The switch to an earlier season came out of discussions held among farm directors and other team officials last year. There were proposals to turn the Complex Leagues into split-season leagues with longer schedules. That would have enabled players who had spent the spring at MLB team’s spring training complexes playing in non-official extended spring training games to start their seasons much earlier. Then the draftees would arrive to play in official games after the draft wrapped up.
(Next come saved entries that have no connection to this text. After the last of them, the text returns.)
def test_orders_and_machines_come_in_order_of_first_appearance() -> None:
    shop = shop_of("order,machine,minutes\nB,Y,1\nA,X,2\nB,X,3\n 0A ,Y,4\n")
    assert shop.orders.ids == ("B", "A", "0A")
    assert [machine.id for machine in shop.machines] == ["Y", "X"]
    assert shop.operations.job.tolist() == [0, 1, 0, 2]
    assert shop.operations.machine.tolist() == [0, 1, 1, 0]
    assert shop.operations.seconds.tolist() == [60, 120, 180, 240]


def test_outer_blanks_do_not_make_another_name() -> None:
    shop = shop_of("order,machine\nA,M\n A\u00a0, M\nA ,\tM\n")
    assert (shop.orders.ids, len(shop.machines)) == (("A",), 1)


def test_a_blank_cell_takes_the_blank_of_its_column() -> None:
    shop = shop_of(
        "order,machine,minutes,release,due,priority,step,splittable,heads,family,note\nA,M,5,,,,,,,,\n"
    )
    operation = shop.operation(0)
    assert (operation.step, operation.splittable, operation.heads, operation.note) == (None, False, 1, "")
    assert (shop.orders[0].release_s, shop.orders[0].due_s, shop.orders[0].priority) == (0, None, 1.0)
    assert shop.operations.family.tolist() == [NO_FAMILY]


def test_every_column_arrives_in_the_shop() -> None:
    text = (
        "order,machine,minutes,release,due,priority,step,splittable,heads,family,note\n"
        "A,M,5,1:00,9:00,2.5,7,yes,0,red,hot\n"
    )
    found = reading(text)
    shop = found.shop
    operation = shop.operation(0)
    assert (operation.step, operation.splittable, operation.heads, operation.note) == (7, True, 0, "hot")
    assert (shop.orders[0].release_s, shop.orders[0].due_s, shop.orders[0].priority) == (3600, 32_400, 2.5)
    assert (shop.families, shop.operations.family.tolist()) == (("red",), [0])
    assert [(notice.rule, notice.column) for notice in found.notices] == [
        ("column-idle", "heads"),
        ("column-idle", "family"),
    ]
    assert found.notices[0].text() == (
        "orders.csv row 1, column heads: 'heads' counts for nothing while shop.toml has no [[crew]]; "
        "the plan does not depend on it"
    )


def test_machines_of_the_floor_stay_in_its_order_also_when_nothing_visits_them() -> None:
    shop = shop_of("order,machine\nA,COAT\nA,WASH\n", shop=LISTED)
    assert shop.machines == (Machine("WASH"), Machine("CMM", count=2), Machine("COAT"))
    assert shop.operations.machine.tolist() == [2, 0]


def test_an_unknown_machine_is_named_with_the_nearest_known_one() -> None:
    assert texts_of("order,machine\nA,cmm\nA,LATHE\n", shop=LISTED) == [
        "orders.csv row 2, column machine: 'cmm' is not among the machines of shop.toml; "
        "write 'CMM' if that is meant, add a [[machine]] with this id there, or correct the name",
        "orders.csv row 3, column machine: 'LATHE' is not among the machines of shop.toml; "
        "add a [[machine]] with this id there, or correct the name",
    ]


def test_machines_are_not_called_unknown_while_the_list_itself_is_in_doubt() -> None:
    rules = [
        fault.rule for fault in faults_of("order,machine\nA,LATHE\n", shop=LISTED + "[[machine]]\nid = 7\n")
    ]
    assert rules == ["wrong-kind"]


# ---- what belongs to the order ------------------------------------------------------------------------


def test_release_due_and_priority_are_inherited_by_the_other_rows_of_an_order() -> None:
    text = (
        "order,machine,release,due,priority\nA,M,,,\nB,M,,,\n"
        "A,N,07:00,09:00,2\nA,O,7:00,2026-03-02T09:00,2.0\n"
    )
    shop = shop_of(text, start=START)
    assert shop.orders.release_s.tolist() == [3600, 0]
    assert shop.orders.due_s.tolist() == [10_800, NO_DUE]
    assert shop.orders.priority.tolist() == [2.0, 1.0]


@pytest.mark.parametrize(
    ("column", "one", "two"), [("release", "1:00", "2:00"), ("due", "1:00", "2:00"), ("priority", "1", "2")]
)
def test_an_order_has_one_of_each_and_both_rows_are_named(column: str, one: str, two: str) -> None:
    text = f"order,machine,{column}\nA,M,\nA,N,{one}\nB,M,{two}\nA,O,{two}\nA,P,{one}\nA,Q,{two}\n"
    faults = faults_of(text)
    assert [(fault.rule, fault.row) for fault in faults] == [
        (f"{column}-differs", 5),
        (f"{column}-differs", 7),
    ]
    assert faults[0].problem == f"differs from {one!r} in row 3 of the same order"


def test_an_order_released_before_the_shift_is_there_when_it_starts() -> None:
    shop = shop_of("order,machine,release\nA,M,2026-03-01T12:00\n", start=START)
    assert shop.orders.release_s.tolist() == [0]


def test_an_order_may_be_late_before_the_shift_starts() -> None:
    shop = shop_of("order,machine,due\nA,M,2026-03-01T12:00\n", start=START)
    assert shop.orders.due_s.tolist() == [-18 * 3600]


def test_a_due_time_before_the_release_is_a_fault_even_if_both_are_past() -> None:
    text = "order,machine,release,due\nA,M,2026-03-01T12:00,\nA,N,,2026-03-01T11:00\nA,O,,2026-03-01T11:00\n"
    (fault,) = faults_of(text, start=START)
    assert (fault.rule, fault.row) == ("due-before-release", 3)
    assert fault.text() == (
        "orders.csv row 3, column due: '2026-03-01T11:00' is before the release of order 'A', "
        "'2026-03-01T12:00'; "
        "correct the one or the other"
    )
    assert len(shop_of(text.replace("T11:00", "T12:00"), start=START)) == 3


def test_a_time_of_day_before_the_start_is_past_midnight() -> None:
    shop = shop_of("order,machine,release,due\nA,M,23:00,05:30\n", start="2026-03-02T22:00")
    assert (shop.orders[0].release_s, shop.orders[0].due_s) == (3600, 27_000)


# ---- notices --------------------------------------------------------------------------------------------


def test_an_order_sent_to_one_machine_twice_is_legal_and_mentioned() -> None:
    found = reading("order,machine\nA,M\nB,M\nA,N\nB,M\nA,M\nA,M\n")
    assert len(found.shop) == 6
    (notice,) = found.notices
    assert notice.rule == "visit-repeated"
    assert notice.text() == (
        "orders.csv: 3 rows send an order to a machine it already visits (first: rows 3 and 5, 'B' on 'M'); "
        "each is planned as a visit of its own; delete what stands there twice by mistake"
    )


def test_machines_that_read_alike_are_mentioned_where_none_are_listed() -> None:
    found = reading("order,machine\nA,WASH\nB,CMM\nC,C-M-M\nD, cmm \nE,Wash\nF,---\nG,...\n")
    assert [notice.rule for notice in found.notices] == ["machines-alike"] * 3
    assert [notice.text() for notice in found.notices][:2] == [
        "orders.csv row 4, column machine: 'C-M-M' reads like 'CMM' in row 3 but is taken as another "
        "machine; "
        "write one spelling if they are the same",
        "orders.csv row 5, column machine: 'cmm' reads like 'CMM' in row 3 but is taken as another machine; "
        "write one spelling if they are the same",
    ]


# ---- faults ---------------------------------------------------------------------------------------------


def test_every_fault_of_every_row_comes_in_one_go_in_the_order_of_the_file() -> None:
    text = "due,order,machine,minutes,priority\nnoon,,,0,-1\n,A,M,5,\nnoon,B,M,x,\n"
    found = [(fault.row, fault.rule) for fault in faults_of(text)]
    assert found == [
        (2, "due-unreadable"),
        (2, "order-missing"),
        (2, "machine-missing"),
        (2, "minutes-not-positive"),
        (2, "number-not-positive"),
        (4, "due-unreadable"),
        (4, "minutes-unreadable"),
    ]


def test_a_file_that_is_wrong_all_over_is_cut_to_a_list_that_can_be_read() -> None:
    rows = "".join(f"A{k},,x{k}\n" for k in range(3000))
    faults = faults_of("order,machine,minutes\n" + rows)
    assert len(faults) == 2001
    assert [(fault.row, fault.rule) for fault in faults[:3]] == [
        (2, "machine-missing"),
        (2, "minutes-unreadable"),
        (3, "machine-missing"),
    ]
    assert faults[-1].text().startswith("orders.csv: 4,000 more faults are not listed")


def test_no_file_is_half_accepted() -> None:
    with pytest.raises(InputError) as caught:
        load(b"order,machine,minutes\nA,M,5\nA,M,x\n")
    assert [notice.rule for notice in caught.value.notices] == ["visit-repeated"]


def test_an_input_error_loads_nothing_heavy() -> None:
    code = (
        "import sys\n"
        "from shopfloor.errors import InputError\n"
        "from shopfloor.read.orders import load\n"
        "try:\n    load(sys.argv[1])\nexcept InputError:\n    pass\n"
        "print(*{'pandas', 'openpyxl', 'networkx', 'plotly', 'ortools'} & set(sys.modules))"
    )
    path = Path(__file__).parents[2] / "data" / "faulty" / "orders.csv"
    done = subprocess.run([sys.executable, "-c", code, str(path)], capture_output=True, text=True, check=True)
    assert done.stdout.strip() == ""


# ---- frames ---------------------------------------------------------------------------------------------


def test_a_frame_is_read_by_the_same_rules() -> None:
    frame = pd.DataFrame(
        {
            "Order": [7, 7, 8],
            "machine": ["CMM", "WASH", "CMM"],
            "minutes": [12.5, 30.0, 0.51],
            "due": [pd.Timestamp("2026-03-02T09:00"), pd.NaT, pd.NaT],
            "step": [1.0, np.nan, 2.0],
            "note": ["hot", None, pd.NA],
        },
        index=[10, 10, 11],
    )
    found = load(frame, start=START)
    assert found.shop.orders.ids == ("7", "8")
    assert found.shop.operations.seconds.tolist() == [750, 1800, 31]
    assert found.shop.operations.row.tolist() == [2, 3, 4]
    assert found.shop.operations.step.tolist() == [1, NO_STEP, 2]
    assert found.shop.operations.notes == {0: "hot"}
    assert [notice.where for notice in found.notices] == ["DataFrame"]
    assert found.inputs[0][0] == "DataFrame"
    assert found.inputs == load(frame.copy(), start=START).inputs
    assert found.inputs != load(frame.assign(note="x"), start=START).inputs


def test_faults_of_a_frame_name_its_rows_by_position() -> None:
    frame = pd.DataFrame({"order": ["A", np.nan, "C"], "machine": "M", "minutes": [1.5, 2, -np.inf]})
    with pytest.raises(InputError) as caught:
        read_orders(frame)
    assert [fault.text() for fault in caught.value.faults] == [
        "DataFrame row 3, column order: '' is empty; write the order's number",
        "DataFrame row 4, column minutes: '-inf' is no time; "
        "write minutes such as 30 or 12.5, or h:mm such as 0:30",
    ]


def test_frames_without_rows_or_columns() -> None:
    for frame, rule in (
        (pd.DataFrame(), "file-empty"),
        (pd.DataFrame({"order": [], "machine": []}), "no-rows"),
    ):
        with pytest.raises(InputError) as caught:
            read_orders(frame)
        assert [fault.rule for fault in caught.value.faults] == [rule]


def test_the_package_offers_read_orders() -> None:
    assert shopfloor.read_orders is read_orders
    assert len(shopfloor.read_orders(io.BytesIO(b"order,machine\nA,M\n"), start=START, end="14:00")) == 1


# ---- reading back what was written ------------------------------------------------------------------------


def rows_of(shop: Shop, write: object) -> list[list[str]]:
    """Write a shop as the rows of an orders file; what belongs to an order stands in its first row only."""
    rows = [
        ["order", "machine", "minutes", "release", "due", "priority", "step", "splittable", "heads", "note"]
    ]
    seen: set[str] = set()
    for operation in shop:
        job = shop.orders[operation.job]
        own = ["", "", ""]
        if operation.order not in seen:
            seen.add(operation.order)
            due = "" if job.due_s is None else write(job.due_s)  # type: ignore[operator]
            own = [write(job.release_s), due, str(job.priority)]  # type: ignore[operator]
        rows.append(
            [
                operation.order,
                operation.machine_id,
                elapsed(operation.seconds, with_seconds=True),
                *own,
                "" if operation.step is None else str(operation.step),
                "yes" if operation.splittable else "",
                str(operation.heads),
                operation.note,
            ]
        )
    return rows


def as_csv(rows: list[list[str]], separator: str, encoding: str) -> bytes:
    out = io.StringIO(newline="")
    csv.writer(out, delimiter=separator).writerows(rows)
    return out.getvalue().encode(encoding)


def as_xlsx(rows: list[list[str]]) -> bytes:
    book = openpyxl.Workbook()
    for row, texts in enumerate(rows, start=1):
        for column, text in enumerate(texts, start=1):
            cell = book.active.cell(row, column, text)
            cell.data_type = "s"  # a text that begins with = is no formula
    out = io.BytesIO()
    book.save(out)
    return out.getvalue()


def assert_same(shop: Shop, other: Shop) -> None:
    """The other shop has the orders that have operations, and otherwise the same content."""
    assert other.clock == shop.clock
    assert [machine.id for machine in other.machines] == [machine.id for machine in shop.machines]
    assert len(other) == len(shop)
    for one, two in zip(shop, other, strict=True):
        for name in ("order", "machine_id", "seconds", "step", "splittable", "heads", "note"):
            assert getattr(one, name) == getattr(two, name), name
        assert shop.orders[one.job] == other.orders[two.job]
Both sides of the split season would have likely been shorter than full-season leagues, helping to allay concerns about filling the innings with draftee pitchers.
A relatively arcane rule derailed that proposal. Teams can get a fourth option for a major league player who has used all three options, provided the player has fewer than five seasons in the major and minor leagues at the point where the player runs out of options. A season in the complex leagues does not currently meet the “90 days requirement” in Rule 7(c) of the Major League Rules to count as a season. However, if the Complex League season were extended further, it would fulfill that requirement, and some players who may now receive a fourth option might not meet the requirements.
Now instead, there’s another arcane rule that could be affected by this change. Under MLB Major League Rules 5 (c), if a player signs a contract and is assigned to a team whose championship season is already complete, that season does not count toward Rule 5 draft status. This year’s MLB Draft signing date is slated to be Aug. 1.
Technically, any player who signed after July 25 who was assigned directly to the Complex Leagues (and didn’t get promoted to Class A during the season) would not accrue an official year for Rule 5 purposes until 2025. That would mean that a college signee would not have to be added to the 40-man roster to be protected from the Rule 5 draft until after the 2028 season was complete instead of after the 2027 season. Similarly, a high school draftee who signs before his 19th birthday would become eligible in 2029 instead of 2028.
But MLB plans to close that loophole by requiring players who sign after July 25 to be assigned initially to a full-season club and not allowing them to be assigned to a team whose season is over.